A friend once said that some people take a left turn in life, and some take a right
turn, and we don’t know why. Maybe it was a tragic chance meeting with the wrong friends, maybe a secret agony, maybe a nexus of compulsions and guilt that needed, short of genuine medical attention which eludes so many, self-medication.
Seldom in my experience is it simple wickedness, even if I have seen my share of rascals too who set traps for others and for themselves. In this case though, as in so many others, the man seemed to me more a victim of his weaknesses (and, yes, of the recklessness born of them) than one of those wretches. Beyond his own personal demons, he may have been a victim of that pernicious materialist philosophy which says that without the house, deck, pool, and car you are a “loser”. You have nothing to “show for yourself.
God save and spare us from such superficial heartlessness.

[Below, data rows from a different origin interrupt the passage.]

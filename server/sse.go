package server

import (
	"encoding/json"
	"fmt"
	"net/http"
)

// eventWriter writes Server-Sent Events (the WHATWG HTML "server-sent
// events" format: "event:" and "data:" lines, a blank line after each) and
// flushes each one. It is the model responder's Sink while a reply streams.
type eventWriter struct {
	w   http.ResponseWriter
	rc  *http.ResponseController
	err error // the first write error: the respondent left; generation goes on
}

func newEventWriter(w http.ResponseWriter) *eventWriter {
	h := w.Header()
	h.Set("Content-Type", "text/event-stream; charset=utf-8")
	h.Set("Cache-Control", "no-store")
	h.Set("X-Accel-Buffering", "no") // ask reverse proxies not to buffer the stream
	w.WriteHeader(http.StatusOK)
	ev := &eventWriter{w: w, rc: http.NewResponseController(w)}
	if err := ev.rc.Flush(); err != nil {
		ev.err = err
	}
	return ev
}

func (e *eventWriter) event(name string, v any) {
	if e.err != nil {
		return
	}
	b, err := json.Marshal(v)
	if err != nil {
		e.err = err
		return
	}
	if _, err := fmt.Fprintf(e.w, "event: %s\ndata: %s\n\n", name, b); err != nil {
		e.err = err
		return
	}
	e.err = e.rc.Flush()
}

// Chunk sends a piece of the reply as it arrives.
func (e *eventWriter) Chunk(text string) { e.event("chunk", map[string]string{"text": text}) }

// Reset tells the page that the reply starts over after a failed attempt.
func (e *eventWriter) Reset() { e.event("reset", struct{}{}) }
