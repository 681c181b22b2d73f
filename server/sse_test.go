package server

import (
	"bufio"
	"encoding/json"
	"fmt"
	"net/http"
	"net/http/httptest"
	"strings"
	"sync"
	"testing"
)

// TestAppendJSONString checks the hand-written string encoder of chunk
// events byte for byte against encoding/json's Marshal, the reference it
// replaces.
func TestAppendJSONString(t *testing.T) {
	cases := []string{
		"", "plain words", `quote " and \ backslash`, "line\nbreak\r\ttab\b\f",
		"\x00\x01\x1f\x7f", "<script>&amp;</script>", "Ümlaut, ünïcödé, 中文, عربي",
		"\u2028\u2029", "emoji 🙂 and 👩‍👩‍👧", "bad \xff utf-8 \xc3", "\xed\xa0\x80 surrogate half",
		strings.Repeat("long text ", 500),
	}
	for b := range 256 {
		cases = append(cases, string([]byte{byte(b)}), "a"+string([]byte{byte(b)})+"z")
	}
	for _, s := range cases {
		want, err := json.Marshal(s)
		if err != nil {
			t.Fatal(err)
		}
		if got := appendJSONString(nil, s); string(got) != string(want) {
			t.Errorf("appendJSONString(%q): got %s, want %s as json.Marshal writes it", s, got, want)
		}
	}
}

// FuzzAppendJSONString holds the encoder to json.Marshal on any text.
func FuzzAppendJSONString(f *testing.F) {
	f.Add("plain")
	f.Add("<&>\u2028\xff\n")
	f.Fuzz(func(t *testing.T, s string) {
		want, _ := json.Marshal(s)
		if got := appendJSONString(nil, s); string(got) != string(want) {
			t.Fatalf("appendJSONString(%q): got %s, want %s", s, got, want)
		}
	})
}

// sseEvent is one event as a client parses it.
type sseEvent struct {
	name string
	data string
}

// readSSE reads a stream of events to its end, the way the page does
// (web/static/chat.js readEvents): blocks end with a blank line, an
// "event:" line names the event and "data:" lines carry its data.
func readSSE(t *testing.T, res *http.Response) []sseEvent {
	t.Helper()
	var out []sseEvent
	var cur sseEvent
	sc := bufio.NewScanner(res.Body)
	for sc.Scan() {
		line := sc.Text()
		switch {
		case line == "":
			out = append(out, cur)
			cur = sseEvent{}
		case strings.HasPrefix(line, "event: "):
			cur.name = strings.TrimPrefix(line, "event: ")
		case strings.HasPrefix(line, "data: "):
			cur.data += strings.TrimPrefix(line, "data: ")
		default:
			t.Fatalf("unexpected line %q in the stream", line)
		}
	}
	if err := sc.Err(); err != nil {
		t.Fatal(err)
	}
	return out
}

// countingWriter counts the writes that reach the connection's side.
type countingWriter struct {
	http.ResponseWriter
	mu     sync.Mutex
	writes int
}

func (c *countingWriter) Write(p []byte) (int, error) {
	c.mu.Lock()
	c.writes++
	c.mu.Unlock()
	return c.ResponseWriter.Write(p)
}

func (c *countingWriter) Unwrap() http.ResponseWriter { return c.ResponseWriter }

// TestEventWriterStream streams a reply through the event writer over real
// HTTP: however the chunks are grouped into writes, the client reads every
// chunk as its own event, in order, whole, with the control events around
// them where they were sent.
func TestEventWriterStream(t *testing.T) {
	pieces := []string{"The ferry ", "leaves at ", "seven <every> ", "morning & ", "\"from\" the\nold ", "pier. 🙂"}
	for _, c := range []struct {
		name   string
		chunks int // chunks sent back to back, cycling through pieces
	}{
		{"OKFewChunks", 3},
		{"OKManyChunksBackToBack", 400},
	} {
		t.Run(c.name, func(t *testing.T) {
			var writes int
			srv := httptest.NewServer(http.HandlerFunc(func(w http.ResponseWriter, r *http.Request) {
				cw := &countingWriter{ResponseWriter: w}
				ev := newEventWriter(cw)
				defer ev.close()
				ev.event("saved", map[string]int{"turns": 1})
				for i := range c.chunks {
					ev.Chunk(pieces[i%len(pieces)])
					if i == c.chunks/2 {
						ev.Reset()
					}
				}
				ev.event("done", map[string]string{"reply": "end"})
				cw.mu.Lock()
				writes = cw.writes
				cw.mu.Unlock()
			}))
			defer srv.Close()
			req, _ := http.NewRequest("POST", srv.URL, nil)
			req.Header.Set("Accept", "text/event-stream")
			res, err := srv.Client().Do(req)
			if err != nil {
				t.Fatal(err)
			}
			defer res.Body.Close()
			if ct := res.Header.Get("Content-Type"); ct != "text/event-stream; charset=utf-8" {
				t.Fatalf("Content-Type: got %q", ct)
			}
			events := readSSE(t, res)
			var names []string
			var text strings.Builder
			for _, e := range events {
				names = append(names, e.name)
				if e.name == "chunk" {
					var d struct{ Text string }
					if err := json.Unmarshal([]byte(e.data), &d); err != nil {
						t.Fatalf("chunk data %q: %v", e.data, err)
					}
					text.WriteString(d.Text)
				}
			}
			var want strings.Builder
			wantNames := []string{"saved"}
			for i := range c.chunks {
				want.WriteString(pieces[i%len(pieces)])
				wantNames = append(wantNames, "chunk")
				if i == c.chunks/2 {
					wantNames = append(wantNames, "reset")
				}
			}
			wantNames = append(wantNames, "done")
			if got := strings.Join(names, ","); got != strings.Join(wantNames, ",") {
				t.Fatalf("events: got %s, want %s", got, strings.Join(wantNames, ","))
			}
			if text.String() != want.String() {
				t.Fatalf("streamed text: got %q, want %q", text.String(), want.String())
			}
			// at most one write per event; fewer when chunks were coalesced
			if writes > len(wantNames) {
				t.Fatalf("writes: got %d, want at most %d (one per event)", writes, len(wantNames))
			}
			t.Logf("%d events in %d writes", len(wantNames), writes)
		})
	}
}

// BenchmarkEventWriterChunk is the cost of one streamed chunk through the
// event writer, coalesced or not, to an in-memory response.
func BenchmarkEventWriterChunk(b *testing.B) {
	w := httptest.NewRecorder()
	ev := newEventWriter(w)
	defer ev.close()
	var pieces [8]string
	for i := range pieces {
		pieces[i] = fmt.Sprintf("piece <%d> ", i)
	}
	b.ReportAllocs()
	for i := 0; b.Loop(); i++ {
		ev.Chunk(pieces[i&7])
		if i%64 == 63 {
			ev.event("saved", struct{}{})
			w.Body.Reset()
		}
	}
}
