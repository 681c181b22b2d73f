package server

import (
	"context"
	"errors"
	"net/http"
	"strconv"
	"strings"
	"sync"
	"time"

	"github.com/go-chi/chi/v5"
	"github.com/go-chi/chi/v5/middleware"
	"github.com/prometheus/client_golang/prometheus"
	"github.com/prometheus/client_golang/prometheus/collectors"
	"github.com/prometheus/client_golang/prometheus/promhttp"

	"trialogue/arms/responder"
)

// activeWindow is how recently a session must have made a request to count
// as active.
const activeWindow = 5 * time.Minute

// metrics are the server's Prometheus metrics, in a registry of its own so
// that several servers (tests) can live in one process.
type metrics struct {
	reg       *prometheus.Registry
	requests  *prometheus.CounterVec
	turns     *prometheus.HistogramVec
	overhead  prometheus.Histogram
	model     *prometheus.HistogramVec
	modelErrs *prometheus.CounterVec
	retries   *prometheus.CounterVec
	assigned  *prometheus.CounterVec

	mu     sync.Mutex
	active map[string]time.Time // session token → last request; in memory only, never exported
}

// turnBuckets cover a model turn: from a scripted reply in milliseconds to
// a hosted model retrying for a minute, in seconds.
var turnBuckets = []float64{0.005, 0.01, 0.025, 0.05, 0.1, 0.25, 0.5, 1, 2, 3, 5, 8, 13, 21, 34, 60, 120}

func newMetrics() *metrics {
	m := &metrics{reg: prometheus.NewRegistry(), active: map[string]time.Time{}}
	m.requests = prometheus.NewCounterVec(prometheus.CounterOpts{Name: "trialogue_http_requests_total",
		Help: "HTTP requests answered, by route pattern, method and status code."}, []string{"route", "method", "code"})
	m.turns = prometheus.NewHistogramVec(prometheus.HistogramOpts{Name: "trialogue_turn_seconds",
		Help: "Time to answer a reply or a retry, model time included, by route.", Buckets: turnBuckets}, []string{"route"})
	m.overhead = prometheus.NewHistogram(prometheus.HistogramOpts{Name: "trialogue_turn_overhead_seconds",
		Help:    "The server's own time per model turn: request to answer, less the model's time.",
		Buckets: []float64{0.0005, 0.001, 0.002, 0.005, 0.01, 0.02, 0.05, 0.1, 0.25, 0.5, 1}})
	m.model = prometheus.NewHistogramVec(prometheus.HistogramOpts{Name: "trialogue_model_seconds",
		Help: "Time the model endpoint took per turn, retries and backoff included.", Buckets: turnBuckets}, []string{"study", "endpoint"})
	m.modelErrs = prometheus.NewCounterVec(prometheus.CounterOpts{Name: "trialogue_model_errors_total",
		Help: "Model turns that failed after every attempt, by kind."}, []string{"study", "endpoint", "kind"})
	m.retries = prometheus.NewCounterVec(prometheus.CounterOpts{Name: "trialogue_model_retries_total",
		Help: "Failed model attempts that were retried."}, []string{"study", "endpoint"})
	m.assigned = prometheus.NewCounterVec(prometheus.CounterOpts{Name: "trialogue_assignments_total",
		Help: "New sessions assigned, by study, arm and whether synthetic."}, []string{"study", "arm", "synthetic"})
	active := prometheus.NewGaugeFunc(prometheus.GaugeOpts{Name: "trialogue_sessions_active",
		Help: "Sessions that made a request in the last five minutes."}, m.countActive)
	m.reg.MustRegister(m.requests, m.turns, m.overhead, m.model, m.modelErrs, m.retries, m.assigned, active,
		collectors.NewGoCollector(), collectors.NewProcessCollector(collectors.ProcessCollectorOpts{}))
	return m
}

func (m *metrics) countActive() float64 {
	m.mu.Lock()
	defer m.mu.Unlock()
	now := time.Now()
	for k, at := range m.active {
		if now.Sub(at) > activeWindow {
			delete(m.active, k)
		}
	}
	return float64(len(m.active))
}

func (m *metrics) seen(token string) {
	m.mu.Lock()
	m.active[token] = time.Now()
	if len(m.active) > 200_000 { // bound memory under a flood of guessed tokens
		m.active = map[string]time.Time{}
	}
	m.mu.Unlock()
}

// MetricsHandler serves the metrics in the Prometheus text exposition
// format. Serve it only where researchers alone can reach it.
func (s *Server) MetricsHandler() http.Handler {
	return promhttp.HandlerFor(s.metrics.reg, promhttp.HandlerOpts{})
}

// observe counts requests by route pattern (never the address, which holds
// tokens and respondent ids) and times replies and retries.
func (s *Server) observe(next http.Handler) http.Handler {
	return http.HandlerFunc(func(w http.ResponseWriter, r *http.Request) {
		start := time.Now()
		ww := middleware.NewWrapResponseWriter(w, r.ProtoMajor)
		next.ServeHTTP(ww, r)
		route := routeOf(r)
		s.metrics.requests.WithLabelValues(route, r.Method, strconv.Itoa(ww.Status())).Inc()
		if !strings.HasPrefix(route, "/c/{token}") || ww.Status() == http.StatusNotFound {
			return
		}
		s.metrics.seen(chi.URLParam(r, "token"))
		if (strings.HasSuffix(route, "/reply") || strings.HasSuffix(route, "/resume")) && ww.Status() == http.StatusOK {
			s.metrics.turns.WithLabelValues(route).Observe(time.Since(start).Seconds())
		}
	})
}

// observedResponder records a responder's time, retries and failures.
type observedResponder struct {
	responder.Responder
	m               *metrics
	study, endpoint string
}

func (m *metrics) observeResponder(study, endpoint string, r responder.Responder) responder.Responder {
	return observedResponder{Responder: r, m: m, study: study, endpoint: endpoint}
}

// Respond calls the responder and records what it took.
func (o observedResponder) Respond(ctx context.Context, req responder.Request, sink responder.Sink) (responder.Result, error) {
	res, err := o.Responder.Respond(ctx, req, sink)
	o.m.model.WithLabelValues(o.study, o.endpoint).Observe(res.ModelTime.Seconds())
	if res.Retries > 0 {
		o.m.retries.WithLabelValues(o.study, o.endpoint).Add(float64(res.Retries))
	}
	if err != nil {
		kind := "internal"
		var me *responder.Error
		if errors.As(err, &me) {
			kind = me.Kind
		}
		o.m.modelErrs.WithLabelValues(o.study, o.endpoint, kind).Inc()
	}
	return res, err
}

// CloseIdleConnections closes the endpoint's kept-alive connections, if it
// has any.
func (o observedResponder) CloseIdleConnections() {
	if c, ok := o.Responder.(interface{ CloseIdleConnections() }); ok {
		c.CloseIdleConnections()
	}
}

// assignedMetric counts a new session's arm.
func (s *Server) assignedMetric(study, arm string, synthetic bool) {
	s.metrics.assigned.WithLabelValues(study, arm, strconv.FormatBool(synthetic)).Inc()
}
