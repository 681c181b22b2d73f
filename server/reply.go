package server

import (
	"context"
	"encoding/json"
	"errors"
	"fmt"
	"io"
	"log/slog"
	"net/http"
	"regexp"
	"strconv"
	"strings"
	"time"
	"unicode/utf8"

	"trialogue/arms"
	"trialogue/arms/codes"
	"trialogue/arms/flags"
	"trialogue/arms/responder"
	"trialogue/store"
)

// replyBody is what the page sends with a reply.
type replyBody struct {
	Text     string `json:"text"`
	ClientID string `json:"client_id"`
	// Typing is how the reply was typed, as the page measured it; optional.
	Typing *flags.Typing `json:"typing,omitempty"`
}

var clientIDPattern = regexp.MustCompile(`^[A-Za-z0-9_-]{1,64}$`)

// replyAnswer is the JSON answer to a reply, and the data of the final event.
type replyAnswer struct {
	Reply   string `json:"reply"`
	State   State  `json:"state"`
	ModelMS int64  `json:"model_ms"` // time the model endpoint took for this turn
	// ServerMS is the server's own time for the turn, on its clock: from the
	// request reaching the session to the answer, less the model's time.
	ServerMS float64 `json:"server_ms"`
}

// handleReply commits a respondent's reply, then has the model answer it.
//
// POST /c/{token}/reply  {"text", "client_id", "typing"}
func (s *Server) handleReply(w http.ResponseWriter, r *http.Request) {
	req := fromContext(r.Context())
	var body replyBody
	if err := s.readJSON(w, r, &body); err != nil {
		s.fail(w, r, err)
		return
	}
	if body.ClientID != "" && !clientIDPattern.MatchString(body.ClientID) {
		s.fail(w, r, &Error{Status: http.StatusBadRequest, Key: "server_error", Field: "client_id", Msg: "client_id must be 1 to 64 letters, digits, - or _"})
		return
	}
	if body.Typing != nil {
		var fe *flags.FieldError
		if err := body.Typing.Check(); errors.As(err, &fe) {
			s.fail(w, r, &Error{Status: http.StatusBadRequest, Key: "server_error", Field: fe.Field, Msg: fe.Error()})
			return
		}
	}
	unlock := s.locks.lock(req.sess.ID)
	defer unlock()
	arm := req.study.Def.Arms[req.sess.Arm]
	added, err := s.store.AddTypedReply(r.Context(), req.sess, body.Text, body.ClientID, body.Typing, func(done []store.Turn, finished bool) error {
		return arm.CheckReply(store.Progress(arm, done, finished), body.Text)
	})
	if err != nil {
		s.fail(w, r, err)
		return
	}
	turns := added.Turns
	if added.Existed {
		// the same send again: answer with what that send got, or finish it
		if i := added.Turn.Index + 1; i < len(turns) && turns[i].Role == store.RoleAssistant {
			s.answer(w, r, req, turns, turns[i], 0, nil)
			return
		}
	}
	s.respond(w, r, req, turns)
}

// handleResume has the model write the turn the session is owed, if any: a
// message arm's message, a chat's opening, or the answer to a reply whose
// model call failed or was cut short. With nothing owed it answers with the
// state.
//
// POST /c/{token}/resume
func (s *Server) handleResume(w http.ResponseWriter, r *http.Request) {
	req := fromContext(r.Context())
	unlock := s.locks.lock(req.sess.ID)
	defer unlock()
	turns, err := s.store.Turns(r.Context(), req.sess.ID)
	if err != nil {
		s.fail(w, r, err)
		return
	}
	s.respond(w, r, req, turns)
}

// respond writes the owed model turn and answers, streaming when asked.
// The caller holds the session's lock and passes the session's turns.
func (s *Server) respond(w http.ResponseWriter, r *http.Request, req *request, turns []store.Turn) {
	arm := req.study.Def.Arms[req.sess.Arm]
	stream := strings.Contains(r.Header.Get("Accept"), "text/event-stream")
	var ev *eventWriter
	if stream {
		ev = newEventWriter(w)
		defer ev.close()
	}
	if p := store.Progress(arm, turns, req.sess.Finished()); !p.Owed || p.Finished {
		st := s.state(req, turns, time.Time{})
		if ev != nil {
			ev.event("done", replyAnswer{State: st})
			return
		}
		writeJSON(w, http.StatusOK, replyAnswer{State: st})
		return
	}
	if ev != nil {
		ev.event("saved", map[string]int{"turns": len(turns)})
	}
	// The model turn is finished and stored even if the respondent leaves
	// mid-stream, so that a reload shows it.
	ctx := context.WithoutCancel(r.Context())
	var sink responder.Sink = responder.Discard
	if ev != nil {
		sink = ev
	}
	t, res, err := s.generate(ctx, req, turns, sink)
	if err != nil {
		var me *responder.Error
		kind, status, attempts := "internal", 0, 0
		if errors.As(err, &me) {
			kind, status, attempts = me.Kind, me.Status, me.Attempts
		}
		s.log.Warn("model turn failed", slog.String("study", req.sess.StudyID), slog.Int64("session", req.sess.ID),
			slog.String("kind", kind), slog.Int("attempts", attempts), slog.Any("err", err))
		if rerr := s.store.RecordFailure(ctx, req.sess.ID, kind, status, attempts); rerr != nil {
			s.fail(w, r, rerr)
			return
		}
		failedAt, _ := s.store.LastFailure(ctx, req.sess.ID)
		st := s.state(req, turns, failedAt)
		answer := map[string]any{"error": "the model could not answer just now; the reply is saved, try again", "rule": "model_failed", "state": st}
		if ev != nil {
			ev.event("error", answer)
			return
		}
		w.Header().Set("Retry-After", "5")
		writeJSON(w, http.StatusServiceUnavailable, answer)
		return
	}
	s.answer(w, r, req, append(turns, t), t, res.ModelTime, ev)
}

// answer sends a stored model turn with the session's state after it.
func (s *Server) answer(w http.ResponseWriter, r *http.Request, req *request, turns []store.Turn, t store.Turn, modelTime time.Duration, ev *eventWriter) {
	st := s.state(req, turns, time.Time{})
	overhead := max(0, time.Since(req.start)-modelTime)
	a := replyAnswer{Reply: t.Text, State: st, ModelMS: modelTime.Milliseconds(), ServerMS: float64(overhead.Microseconds()) / 1000}
	if modelTime > 0 {
		s.metrics.overhead.Observe(overhead.Seconds())
	}
	if ev != nil {
		ev.event("done", a)
		return
	}
	if strings.Contains(r.Header.Get("Accept"), "text/event-stream") {
		ev = newEventWriter(w)
		defer ev.close()
		ev.Chunk(t.Text)
		ev.event("done", a) // one write with the chunk
		return
	}
	w.Header().Set("Server-Timing", "model;dur="+strconv.FormatInt(modelTime.Milliseconds(), 10))
	writeJSON(w, http.StatusOK, a)
}

// generate asks the arm's endpoint for the owed turn and commits it.
func (s *Server) generate(ctx context.Context, req *request, turns []store.Turn, sink responder.Sink) (store.Turn, responder.Result, error) {
	def := req.study.Def
	arm := def.Arms[req.sess.Arm]
	rendered, err := def.Render(req.sess.Arm, req.sess.Respondent())
	if err != nil {
		return store.Turn{}, responder.Result{}, err
	}
	e := def.Endpoints[arm.Endpoint]
	rsp, ok := req.study.Responders[arm.Endpoint]
	if !ok {
		return store.Turn{}, responder.Result{}, fmt.Errorf("no responder for endpoint %q", arm.Endpoint)
	}
	mreq := responder.Request{Arm: req.sess.Arm, System: rendered.System, Messages: conversation(arm, rendered, turns),
		Params: responder.Params{Model: e.Model, Temperature: e.Temperature, TopP: e.TopP, MaxTokens: e.MaxTokens, Seed: e.Seed}}
	params, err := json.Marshal(map[string]any{"model": e.Model, "temperature": e.Temperature, "top_p": e.TopP, "max_tokens": e.MaxTokens, "seed": e.Seed, "endpoint": arm.Endpoint})
	if err != nil {
		return store.Turn{}, responder.Result{}, err
	}
	// a whole turn may take every attempt's timeout plus backoff, and no more
	ctx, cancel := context.WithTimeout(ctx, time.Duration(e.Timeout)*time.Duration(e.Attempts)+time.Minute)
	defer cancel()
	started := s.Now()
	res, err := rsp.Respond(ctx, mreq, sink)
	if err != nil {
		return store.Turn{}, res, err
	}
	t := store.Turn{SessionID: req.sess.ID, Index: len(turns), Text: res.Text, StartedAt: started,
		LatencyMS: s.Now().Sub(started).Milliseconds(), ModelRequested: res.ModelRequested, ModelReported: res.ModelReported,
		Fingerprint: res.Fingerprint, Params: string(params), PromptTokens: res.PromptTokens, CompletionTokens: res.CompletionTokens,
		Retries: res.Retries, FinishReason: res.FinishReason, SystemSHA256: codes.SHA256Hex([]byte(rendered.System)),
		RequestSHA256: res.RequestSHA256, StudyHash: req.sess.StudyHash}
	t, err = s.store.AddModelTurn(ctx, t)
	return t, res, err
}

// conversation is the session's own turns as the model sees them: nothing
// from any other session ever enters a request.
func conversation(arm *arms.Arm, rendered arms.Rendered, turns []store.Turn) []responder.Message {
	var msgs []responder.Message
	if arm.Kind == arms.KindMessage || (arm.Kind == arms.KindChat && arm.Opening) {
		msgs = append(msgs, responder.Message{Role: responder.RoleUser, Text: rendered.Prompt})
	}
	for _, t := range turns {
		role := responder.RoleUser
		if t.Role == store.RoleAssistant {
			role = responder.RoleAssistant
		}
		msgs = append(msgs, responder.Message{Role: role, Text: t.Text})
	}
	return msgs
}

// readJSON reads a bounded JSON body: 413 when too large, 400 when it is
// not valid UTF-8 or not the expected object.
func (s *Server) readJSON(w http.ResponseWriter, r *http.Request, v any) error {
	b, err := io.ReadAll(http.MaxBytesReader(w, r.Body, s.cfg.MaxBody))
	if err != nil {
		var mbe *http.MaxBytesError
		if errors.As(err, &mbe) {
			return &Error{Status: http.StatusRequestEntityTooLarge, Key: "too_long", Rule: "too_long", Msg: fmt.Sprintf("the request body is over %d bytes", s.cfg.MaxBody)}
		}
		return &Error{Status: http.StatusBadRequest, Key: "network_failed", Msg: "the request body could not be read", Err: err}
	}
	if !utf8.Valid(b) {
		return &Error{Status: http.StatusBadRequest, Key: "server_error", Rule: "invalid_text", Msg: "the request body is not valid UTF-8"}
	}
	dec := json.NewDecoder(strings.NewReader(string(b)))
	dec.DisallowUnknownFields()
	if err := dec.Decode(v); err != nil {
		var te *json.UnmarshalTypeError
		if errors.As(err, &te) {
			return &Error{Status: http.StatusBadRequest, Key: "server_error", Field: te.Field, Msg: "the request body is not the expected JSON object: " + err.Error()}
		}
		return &Error{Status: http.StatusBadRequest, Key: "server_error", Msg: "the request body is not the expected JSON object: " + err.Error()}
	}
	if dec.More() {
		return &Error{Status: http.StatusBadRequest, Key: "server_error", Msg: "the request body has data after the JSON object"}
	}
	return nil
}

// completionCode is the code a respondent takes back to the survey.
func completionCode(st *Study, rid string) string {
	return codes.Completion(st.Version.Secret, st.Def.ID, rid)
}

John Paul II said over and over that a democracy without spiritual and existential values is little more than a thinly guised new form of totalitarianism. It is not democracy which will save the world but, if at all, only a democracy which is infused with the conviction that human beings are made in the image and likeness of God, a democracy which understands the life-affirming implications of that realization. A democracy which finally realizes the need for the natural and moral laws of creation.
Jesus
We are all full of contradictions, hypocrisies and stumblings. We can only hope that we are stumbling upwards towards the Kingdom, and not backwards where we would only have to start again.
Many today do not understand dogmas. But they can understand Jesus. So Jesus comes first –to give Hope, of victory, of salvation. (Mt 11:28-30; Apoc 3:20).
Dogmas come afterwards and people grasp them as best they can. I do not see Jesus giving theological exams to sinners in the Gospels, even if dogmas rightly and immutably enshrine the ineffable truths of the Faith.
I read an interview with Alexander Solzhenitseyn, the great Russian dissident
and prophet, conducted by his most recent biographer and great scholar, Joseph Pearce. Again I was struck by that prophet who refused to let even the West off the hook just because it wrongly thought he flattered us. Prophets like Solzhenitsyn work above flattery and the usual obligatory polarities and factionalisms. He knew that only the spiritual values ofthe Gospel can feed man’s deepest hunger and rescue him from the propaganda of all totalitarian, materialist, claims, whether brutal, as in Stalin’s time, or whether more subtle as in the temptations of our time on this side of this ocean.
I see so much in common between that prophet and JPII who dared to tell the world years ago in the face of all kinds of totalitarian propaganda: “Be not afraid!”